Shetty Sandeep, Tolentino Donna, Lau Cheryl, Duffy Donovan, Greenough Anne
Neonatal Intensive Care Centre, St George's University Hospitals NHS Foundation Trust, London, UK.
St George's University of London, London, UK.
Acta Paediatr. 2025 Feb;114(2):393-397. doi: 10.1111/apa.17446. Epub 2024 Oct 8.
To determine whether the use of less-invasive surfactant administration (LISA) had changed between 2018 and 2024.
An online questionnaire was sent to all 191 neonatal units between June 2023 and May 2024. One consultant from each neonatal unit was randomly selected. Follow-up was done by telephone (middle-grade doctor grade and above or alternatively to Advanced Neonatal Nurse Practitioners) for the non-responders.

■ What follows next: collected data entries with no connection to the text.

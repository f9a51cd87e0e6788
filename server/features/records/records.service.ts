/** The trial book: look, filter, challenge. Nothing here changes a figure. */
import { UserError } from '../../../shared/errors.ts'
import type { ListRecords, TrialRecord } from '../../../shared/schemas/record.ts'
import type { User } from '../../../shared/schemas/user.ts'
import { findRecordRow, listRecordRows, type RecordFilter } from '../../db/desk/record-rows.ts'
import { historyOf, listPages, namesOf } from '../../db/desk/sheet-detail.ts'
import { findPlannedRun } from '../../db/repositories/planned-run.ts'
import { challengeRecord, findRecord, listVersions } from '../../db/repositories/record.ts'
import { findSheet, noteOnSheet } from '../../db/repositories/sheet.ts'
import { addTrailLine } from '../../db/repositories/trail.ts'
import type { Deps } from '../../http/route.ts'
import { announceRecord } from '../webhooks/announce.ts'

const PAGE = 100

/** What this person may see of the book. */
export const visibleTo = (actor: User, filter: ListRecords): RecordFilter =>
  actor.role === 'demonstrator' ? { ...filter, demonstratorId: actor.id } : filter

export async function listRecords(deps: Deps, actor: User, filter: ListRecords) {
  const { rows, total } = await listRecordRows(deps.source.manager, visibleTo(actor, filter), PAGE + 1)
  const records = rows.slice(0, PAGE)
  return { records, total, next: rows.length > PAGE ? (records.at(-1)?.number ?? null) : null }
}

const missing = () => new UserError('not_found', 'There is no such record.')

export async function getRecord(deps: Deps, actor: User, number: number, version?: number): Promise<TrialRecord> {
  const db = deps.source.manager
  const record = await findRecord(db, number, version)
  const row = record && (await findRecordRow(db, number, record.version))
  const sheet = record && (await findSheet(db, record.sheetId))
  if (!record || !row || !sheet || (actor.role === 'demonstrator' && sheet.ownerId !== actor.id)) throw missing()
  const versions = await listVersions(db, number)
  const names = await namesOf(db, [record.challengedBy, ...versions.map((v) => v.enteredBy)])
  const challenged = record.challengedBy && record.challengedAt && record.challengeReason
  const run = await findPlannedRun(db, record.sheetId)
  return {
    ...row,
    run: run && { plot: run.plot, number: run.number },
    readings: record.readings,
    notes: record.notes,
    facts: record.facts,
    rulesVersion: record.rulesVersion,
    formulaVersion: record.formulaVersion,
    layout: sheet.layoutKey ?? '',
    layoutVersion: sheet.layoutVersion ?? 0,
    enteredBy: names.get(record.enteredBy) ?? '',
    enteredAt: record.enteredAt.toISOString(),
    challenge: challenged
      ? {
          by: names.get(record.challengedBy ?? '') ?? '',
          at: record.challengedAt?.toISOString() ?? '',
          reason: record.challengeReason ?? '',
        }
      : null,
    pages: await listPages(db, record.sheetId),
    history: await historyOf(db, record.sheetId),
    versions: versions.map((v) => ({
      version: v.version,
      enteredAt: v.enteredAt.toISOString(),
      enteredBy: names.get(v.enteredBy) ?? '',
    })),
  }
}

/** Opens the record's sheet at the desk again; the record stays in the book, marked as challenged. */
export async function challenge(deps: Deps, actor: User, number: number, reason: string): Promise<TrialRecord> {
  await deps.source.transaction(async (db) => {
    const record = await findRecord(db, number)
    if (!record) throw missing()
    if (!(await challengeRecord(db, number, record.version, actor.id, reason))) {
      throw new UserError('conflict', `Record ${number} is ${record.state} already.`)
    }
    await noteOnSheet(db, record.sheetId, {
      state: 'challenged',
      reason,
      version: (await findSheet(db, record.sheetId))!.version + 1,
    })
    await announceRecord(deps, db, { type: 'record.changed', number, version: record.version })
    const text = `record ${number} challenged: “${reason}”`
    await addTrailLine(db, {
      actor,
      action: 'challenged',
      subject: 'sheet',
      subjectId: record.sheetId,
      text,
      details: { record: number },
    })
  })
  return getRecord(deps, actor, number)
}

Response rate was 100%from 191 units neonatal units. LISA was used in 134 (70%) neonatal units in 2024 compared to 35 (18.7%) units in 2018 (p < 0.001). The reason why LISA was not performed was lack of experience/training (51%) or not having a standardised practice/guideline (49%). LISA in the delivery suite (DS) had increased from 2% in 2018 to 16% in 2024, and the use of video laryngoscope for LISA is becoming standard of practice. The oxygen requirement criteria for the use of LISA in both the DS and on neonatal unit had reduced to FiO2 of 0.3 or more.
The uptake of LISA had increased in the United Kingdom. There is greater use of LISA in the DS. Lack of training and expertise were the major limiting factors for LISA not being performed.
确定2018年至2024年间,微创表面活性剂给药(LISA)的使用情况是否发生了变化。
在2023年6月至2024年5月期间,向所有191个新生儿病房发送了在线调查问卷。每个新生儿病房随机挑选一名顾问。对于未回复者,通过电话(中级及以上医生级别,或者高级新生儿护士从业者)进行随访。
191个新生儿病房的回复率为100%。2024年,134个(70%)新生儿病房使用了LISA,而2018年为35个(18.7%)病房(p < 0.001)。未进行LISA的原因是缺乏经验/培训(51%)或没有标准化操作/指南(49%)。分娩室(DS)中LISA的使用从2018年的2%增加到2024年的16%,并且用于LISA的视频喉镜的使用正在成为标准操作。在DS和新生儿病房中使用LISA的氧需求标准已降至FiO2为0.3或更高。
在英国,LISA的采用率有所提高。在DS中LISA的使用更为广泛。缺乏培训和专业知识是未进行LISA的主要限制因素。